The Lamentation of Venice: Hearing Shylock on Tisha B’Av

The most famous character in Shakespeare’s Merchant of Venice is not in fact the merchant, who is the ill-fated Antonio whose ships will be wrecked and whose flesh will be forfeited to a vengeful money lender.  That money lender, Shylock, is certainly the most lasting portraiture from the play, but even so, Shakespeare wrote a comedy in which a serious consequence is avoided, the villain deposed and the rest of the players go on to wed, bed, and be merry. 

Merchant of Venice is only a tragedy to someone who cares about this man’s miserable fate of being stripped of his property, forced to give up his faith and knowing that his daughter will be married and join with those who are his enemies.   Of course, for Jews, it is hard not to do precisely that and, when watching the play unfold feel like perhaps we are the only ones whose hearts arrest the moment Shylock feels the weight of his sentence and remain fixed on his terrible plight even as the comedy of wives tricking their husbands takes center stage.

That’s how I felt when I saw a production of the Merchant of Venice last Sunday and found myself leaving not only sad but, in part, angry that I watched a Jew ridiculed and condemned and worse, one whose actions were so contemptible and cruelty so blatant.  The question arose in me and as a conversation among our family: is this play toxic or sobering? Should it be performed because it highlights how destructive hatred of Jews is? Or left on the shelf because the treatment of Shylock bolsters those who indeed paint Jews as villains, motivated by greed or cruelty.  

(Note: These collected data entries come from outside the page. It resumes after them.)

/// Tc of a level too large for the dense engine, on point-group orbits. `start_below`
/// is a temperature believed to lie above this level's Tc (e.g. the Tc of the next
/// smaller cluster); without it the search starts at the mean-field Tc.
pub fn critical_temperature_orbits_dense(
    lattice: &Lattice,
    level: &Level,
    options: TcOptions,
    start_below: Option<f64>,
) -> Result<CriticalPoint, SolveError> {
    let start = Instant::now();
    let ops = symmetry::level_group(level, &symmetry::point_group(lattice));
    let orbit_of = symmetry::variable_orbits(level, &ops);
    let red = level.reduced(&orbit_of);
    let even = Block::even(&red);
    let odd = Block::odd(&red);
    let biggest = even.vars.len().max(odd.vars.len());
    if biggest > MAX_REDUCED_VARIABLES {
        return Err(SolveError::TooLarge {
            level: level.name.clone(),
            variables: biggest,
            gib: (biggest * biggest * 8) as f64 / (1u64 << 30) as f64,
            limit: MAX_REDUCED_VARIABLES,
        });
    }
    let mut b = vec![0.0; odd.vars.len()];
    for &v in &red.site_vars {
        b[odd.pos[v]] += 1.0;
    }
    let mut probe = BigProbe {
        f: Functional::new(&red, 1.0, 0.0),
        even,
        odd,
        b,
        solver: std::cell::RefCell::new(SymmetricSolver::new(&red, &ops)),
        warm: std::cell::RefCell::new(Vec::new()),
        cache: std::cell::RefCell::new(Vec::new()),
    };
    *probe.warm.borrow_mut() = product_state(&probe.f, 0.0);
    let scale = crate::tc::mean_field_scale(lattice).max(1e-12);
    let t_start = start_below.unwrap_or(scale * 1.02);
    let t_min = scale * options.lowest_fraction;
    // Each probe is a dense factorisation: creep down as the matrix-free path does,
    // with a bolder first step.
    let rules = StepRules {
        first_ratio: 0.97,
        margin: 2e-3,
        ..StepRules::creeping()
    };
    let bracket = step_down(&mut probe, t_start, t_min, rules)?;
    let nb = level.sites_per_cell;
    let (t_lo, t_hi) = match bracket {
        Bracket::Found { lo, hi, .. } => (lo, hi),
        Bracket::Stable { down_to } | Bracket::Noise { at: down_to } => {
            return Ok(CriticalPoint {
                level: level.name.clone(),
                max_cluster_sites: level.max_cluster_sites(),
                field: 0.0,
                tc: None,
                searched_down_to: down_to,
                mode: vec![0.0; nb],
                kind: ModeKind::Hidden,
                ordering: None,
                amplitude: None,
                notes: Vec::new(),
                seconds: start.elapsed().as_secs_f64(),
            });
        }
    };
    // Brent on g over the bracket (its ends come from the cache).
    let tc = refine(&mut probe, t_lo, t_hi, options.relative_tolerance)?;
    // Amplitude: χ = bᵀH⁻¹b / N_b = 1/(N_b g), g ≈ g'(T − Tc) ⇒ χ̄ = 1/(N_b g'(Tc)).
    // Wide enough that the rounding floor of g (big clusters) is negligible, narrow
    // enough that its curvature is: g is linear to O(dt/Tc) = 10⁻³ here.
    let dt = 1e-3 * tc;
    let (g_up, _, response) = probe.g_with_response(tc + dt)?;
    let (g_down, _) = probe.g(tc - dt)?;
    let slope = (g_up - g_down) / (2.0 * dt);
    let amplitude = (slope > 0.0).then(|| 1.0 / (nb as f64 * slope));
    // Just above Tc the response H⁻¹e is dominated by the critical mode; its value on
    // a site's orbit is that site's component.
    let components: Vec<f64> = red
        .site_vars
        .iter()
        .map(|&v| response[probe.odd.pos[v]])
        .collect();
    let (mode, kind) = crate::tc::classify(&components);
    let site_mode = mode
        .iter()
        .map(|&c| nalgebra::Complex::new(c, 0.0))
        .collect();
    Ok(CriticalPoint {
        level: level.name.clone(),
        max_cluster_sites: level.max_cluster_sites(),
        field: 0.0,
        tc: Some(tc),
        searched_down_to: t_lo,
        mode,
        kind,
        ordering: Some(crate::ordering::Ordering::new(
            lattice.dimension(),
            [0.0; 3],
            site_mode,
        )),
        amplitude,
        notes: Vec::new(),
        seconds: start.elapsed().as_secs_f64(),
    })
}
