//! The least-squares problem behind [`fit`]: residuals from forecasts, finite-difference
//! Jacobians, the starts, and the statistics at the optimum.

use super::{
    Axis, Bounded, CalibrationError, FitOptions, FitProblem, FitResult, FitWarning, FittedCurve, FittedEnd,
    FittedParameter, HoldoutError, ResidualStats, ScenarioSource,
};
use crate::forecast::{run_forecast, FadePoint, Forecast, ForecastOptions, Horizon, StopReason, WarningKind};
use levenberg_marquardt::{LeastSquaresProblem, LevenbergMarquardt};
use nalgebra::{DMatrix, DVector, Dyn, Owned};
use rayon::prelude::*;
use std::cell::RefCell;
use std::sync::atomic::{AtomicUsize, Ordering};

const DAYS_PER_YEAR: f64 = 365.25;
/// The optimiser works on z + Z_SHIFT: the crate sizes its first trust region and tests its
/// step tolerance relative to the norm of the parameter vector, and z of a start in the middle of
/// its bounds is 0, which would make both vanish.
const Z_SHIFT: f64 = 4.0;
/// Step in z of the forward differences while iterating.
const Z_STEP: f64 = 1e-3;
/// Step of the central differences at the optimum, as a fraction of the natural range.
const NATURAL_STEP: f64 = 1e-3;
/// Weighted residual given to every point when a trial value makes the model fail: large, so
/// the optimiser rejects the step and shortens it, rather than stopping.
const FAILED_RESIDUAL: f64 = 1e6;
/// Correlation beyond which two estimates are reported as not separately identifiable.
const CORRELATION_WARNING: f64 = 0.95;
/// Relative distance to a bound (of the natural range) reported as "at its bound".
const AT_BOUND: f64 = 1e-3;

/// Fits `problem` with scenarios from `source`. Deterministic: the same problem and options
/// give the same result.
pub fn fit(
    problem: &FitProblem,
    source: &dyn ScenarioSource,
    options: &FitOptions,
) -> Result<FitResult, CalibrationError> {
    let model = Model::new(problem, source, options)?;
    let n = problem.parameters.len();
    let fitted = model.residual_count();
    if fitted < n.max(1) {
        return Err(CalibrationError::TooFewPoints { fitted, parameters: n });
    }
    let initial: Vec<f64> = problem.parameters.iter().map(|p| p.initial).collect();
    model.residuals(&initial).map_err(CalibrationError::StartFailed)?;

    let mut best: Option<(Vec<f64>, f64, super::Termination, bool)> = None;
    let mut last_failure = String::new();
    for start in 0..options.starts.max(1) {
        let z0: Vec<f64> =
            (0..n).map(|i| if start == 0 { model.bounds[i].z(initial[i]) } else { quasi_random_z(start, i) }).collect();
        let shifted = z0.iter().map(|z| z + Z_SHIFT).collect();
        let target = LeastSquares { model: &model, shifted_z: DVector::from_vec(shifted), cache: RefCell::new(None) };
        let solver = LevenbergMarquardt::new()
            .with_ftol(1e-10)
            .with_xtol(1e-8)
            .with_gtol(1e-10)
            .with_patience(options.patience.max(1));
        let (solved, report) = solver.minimize(target);
        let values = model.values_of_shifted(&solved.shifted_z);
        match model.residuals(&values) {
            Ok(r) => {
                let ssr: f64 = r.iter().map(|x| x * x).sum();
                if best.as_ref().is_none_or(|(_, b, _, _)| ssr < *b) {
                    let converged = report.termination.was_successful();
                    best = Some((values, ssr, super::Termination::of(&report.termination), converged));
                }
            }
            Err(e) => last_failure = e,
        }
    }
    let Some((values, ssr, termination, converged)) = best else {
        return Err(CalibrationError::AllStartsFailed(last_failure));
    };
    let mut result = model.statistics(&values, ssr, termination, converged)?;
    result.starts = options.starts.max(1);
    Ok(result)
}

While the play is inextricable from its virulent antisemitism, Shylock himself speaks to the question of being human. Do we laugh along with the happy Venetians who give Shylock a lecture on mercy before exercising a devastating sentence against him based on the ruling of a fake judge or do we escape from the false choice between letter of the law and the quality of mercy to see Shylock as a victim of those who do not see him as worthy of even pity let alone compassion?  

This theme is found in the verses that are traditionally read on the day of Tisha B’Av, a day on which the people of Israel mourn the devastation of Jerusalem at the hands of the Babylonians and later the Romans.  The book of Lamentations attributed to the prophet Jeremiah cries out in anguish:        

When they heard how I was sighing,

There was none to comfort me;

All my foes heard of my plight and exulted.

These words capture, not only loss and humiliation, but the vertiginous despair of having your suffering celebrated and your pain an occasion for mocking. 

The scale of destruction in Lamentations and the great calamities of Jewish history now run like rivulets of blood into the vastness of the Shoah, the mass murder of millions of Jews at the hands of the Nazis.  The Nazis unsurprisingly took up Shakespeare’s lasting calumny against Jews, making sure that Shylock’s words about the humanity of Jews were clearly meant as farce and the occasion for more derision.  How could one address the famous words “Hath not a Jew eyes…” in the face of one who seeks only to pluck them out or insist on having “hands, organs, dimensions, senses, affections, passions” when those have been rendered fodder for the enemy’s delight and fuel for their insatiable furnaces?

As Tisha B’Av approached last week, once more we allowed ourselves to sit with these horrific and searing questions, not to attempt to answer them but to make space for the pain that attends them.   Perhaps in this season known as “between the narrow straits” Shylock can speak to us after all.  Not as a pathetic reminder of being hated and outcast, but as an enduring recognition that indeed the plight of this person and his people is recorded and his Lamentation echoes in all who are treated with cruelty and ridicule.  While others may laugh and mock them, we hear their voices and take up their cause, even as they are forced off the stage.